THE DATA
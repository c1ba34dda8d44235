// SPDX-License-Identifier: GPL-2.0-or-later
#pragma once

#include <cstdint>
#include <memory>
#include <optional>
#include <span>
#include <string>
#include <vector>

#include "model/model_spec.h"
#include "model/point_values.h"
#include "model/sky_model.h"

namespace foreglow {

/// A model's sky of which only single pixels are wanted: nothing of the size of a map is made or read, but
/// where random structure is asked for. Without a seed [detail] and scatter are off, and a notice says so.
///
/// On the grid and in the frame of its templates a pixel is the one that load_sky and make_sky_strip give.
/// Indices, curvatures and fractions on other grids are brought as there; an intensity or polarization
/// template on another grid is brought by bilinear interpolation or the mean of the children where load_sky
/// goes through its a_lm, and a notice says so.
class PointSky {
  public:
    /// @param grid  to answer on; else the intensity template's own
    /// @throws InputError, DataError, FileError as load_sky
    PointSky(const ModelSpec& model, std::optional<HealpixGrid> grid, bool with_polarization);
    /// Takes the random structure that a study's seed adds, for which the whole sky has to be made first.
    /// @param lmax  the study's
    /// @throws as load_sky and DetailedSky
    PointSky(const ModelSpec& model, const HealpixGrid& grid, bool with_polarization, int lmax,
             std::uint64_t seed, int realization);
    ~PointSky();
    PointSky(PointSky&&) noexcept;
    PointSky& operator=(PointSky&&) noexcept;

    [[nodiscard]] const HealpixGrid& grid() const;
    [[nodiscard]] Frame frame() const;  ///< of the intensity template, in which the law acts
    [[nodiscard]] Frequency reference() const;
    [[nodiscard]] Frequency polarized_reference() const;
    [[nodiscard]] bool is_polarized() const;
    [[nodiscard]] const std::vector<std::string>& notices() const;

    /// Makes the law at RING pixels, with threads where they are many; not of the built-in Galaxy, which has
    /// none.
    [[nodiscard]] SkyStrip evaluate(std::span<const std::int64_t> pixels) const;

    /// Returns what pixels are in each row, [rows], with threads where they are many.
    [[nodiscard]] std::vector<PointValues> answer(std::span<const std::int64_t> pixels,
                                                  std::span<const PointRow> rows) const;

  private:
    struct Impl;
    std::unique_ptr<Impl> impl_;
};

}  // namespace foreglow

EXERCISE GOAL
Using the material above, transcribe exactly the lines from the line with "#include <optional>" to the line with "intensity or polarization"; both count, and nothing else goes in.

OUTPUT OF THE EXERCISE
#include <optional>
#include <span>
#include <string>
#include <vector>

#include "model/model_spec.h"
#include "model/point_values.h"
#include "model/sky_model.h"

namespace foreglow {

/// A model's sky of which only single pixels are wanted: nothing of the size of a map is made or read, but
/// where random structure is asked for. Without a seed [detail] and scatter are off, and a notice says so.
///
/// On the grid and in the frame of its templates a pixel is the one that load_sky and make_sky_strip give.
/// Indices, curvatures and fractions on other grids are brought as there; an intensity or polarization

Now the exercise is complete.